Neben meiner Nikon D7000 + Sigma 17-50/2.8 passt noch 1 weiteres Objektiv oder ein Bitz mit rein. In das Kamerafach, in den Rucksack natürlich mehr. Eine 2 Liter Trinkblase kann man auch noch rein machen.

Gerald


----------



## Mxpanda (29. September 2012)

Da mir meine 60D einfach zu groß und schwer ist und ich ausserdem immer Angst davor habe, sie durch einen Sturz zu beschädigen, habe ich bis jetzt immer "nur" meine GoPro mit auf Tour. Die macht akzeptable Bilder und man muss sich keine Sorgen um die Elektronik machen, weil Wasserdicht.

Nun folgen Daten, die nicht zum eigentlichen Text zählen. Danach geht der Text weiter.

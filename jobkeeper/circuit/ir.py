"""The circuit intermediate representation every other part of jobkeeper works on.

A :class:`Circuit` is what the OpenQASM 2.0 parser produces: registers flattened to
absolute qubit and bit indices, user-defined gates inlined down to the standard gate set
(the gates of ``qelib1.inc`` plus the later widely used additions, see
:mod:`jobkeeper.circuit.stdgates`), and parameters evaluated to floats.

These are plain frozen dataclasses: simulators walk them in hot loops.
"""

from __future__ import annotations

from dataclasses import dataclass, field

#: Operation names that are not unitary gates.
MEASURE = "measure"
RESET = "reset"
BARRIER = "barrier"
NON_GATE_OPERATIONS = frozenset({MEASURE, RESET, BARRIER})


@dataclass(frozen=True, slots=True)
class Register:
    """A declared register: its name, size and the absolute index of its element 0."""

    name: str
    size: int
    offset: int


@dataclass(frozen=True, slots=True)
class Condition:
    """``if(creg==value)``: ``clbits`` are the register's absolute bit indices, element 0
    being the register's bit 0 (its least significant bit)."""

    clbits: tuple[int, ...]
    value: int


@dataclass(frozen=True, slots=True)
class Operation:
    """One operation on absolute indices.

    ``name`` is a standard gate name (``h``, ``cx``, ``u3``, ...), an opaque gate's name,
    or one of ``measure``, ``reset``, ``barrier``. For ``measure``, ``qubits`` holds the
    measured qubit and ``clbits`` the bit written.
    """

    name: str
    qubits: tuple[int, ...]
    params: tuple[float, ...] = ()
    clbits: tuple[int, ...] = ()
    condition: Condition | None = None


@dataclass(frozen=True, slots=True)
class Circuit:
    """A parsed circuit. ``qregs``/``cregs`` keep the declaration order (it decides how
    bit strings of counts are written); ``opaque`` names the declared opaque gates."""

    num_qubits: int
    num_clbits: int
    qregs: tuple[Register, ...]
    cregs: tuple[Register, ...]
    operations: tuple[Operation, ...]
    opaque: frozenset[str] = field(default_factory=frozenset)
    #: ``sha256:<hex>`` of the source text as given (None when built in code).
    source_hash: str | None = None
    #: the file name the circuit came from, for messages only.
    source_name: str | None = None
    #: ``(name, number of parameters, number of qubits)`` of each opaque gate, sorted by
    #: name: an opaque gate that is declared but never called still has a signature.
    opaque_signatures: tuple[tuple[str, int, int], ...] = ()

Natürlich ist das kein richtiger Ersatz für eine Fotokamera, aber für Schnappschüsse reichts.
Man muss immer schauen, wie man die Prioritäten setzt.


----------



## transalbi (29. September 2012)

Canon S100. Für mich bester Kompromiss zwischen Qualität und Gewicht.


----------



## flametop (30. September 2012)

transalbi schrieb:


> Canon S100. Für mich bester Kompromiss zwischen Qualität und Gewicht.



Sehe ich genauso! Auch die S95 kann ich empfehlen!


----------



## Promontorium (30. September 2012)

12die4 schrieb:


> Blieb unterm Strich für mich nur noch die Superzoom-Kategorie übrig. Und die tut auch wirklich genau das, was ich will. Ist bei mir eine Sony HX20V geworden. Schießt, sofern das Licht akzeptabel ist, Fotos die einer DSLR das Wasser reichen können, ist leicht, kompakt und hat 20fach optischen Zoom. Bin rundum zufrieden.




Kann ich so voll und ganz unterschreiben!

Habe mir neben meiner Nikon D90 nach längerer Recherche die Canon Powershot SX 220HS gekauft und muß sagen, daß die Bilder qualitativ schon sehr sehr gut sind - wenn sie natürllich an die besten DSLRs *SAMT* gutem Objektiv nicht ganz heranreichen!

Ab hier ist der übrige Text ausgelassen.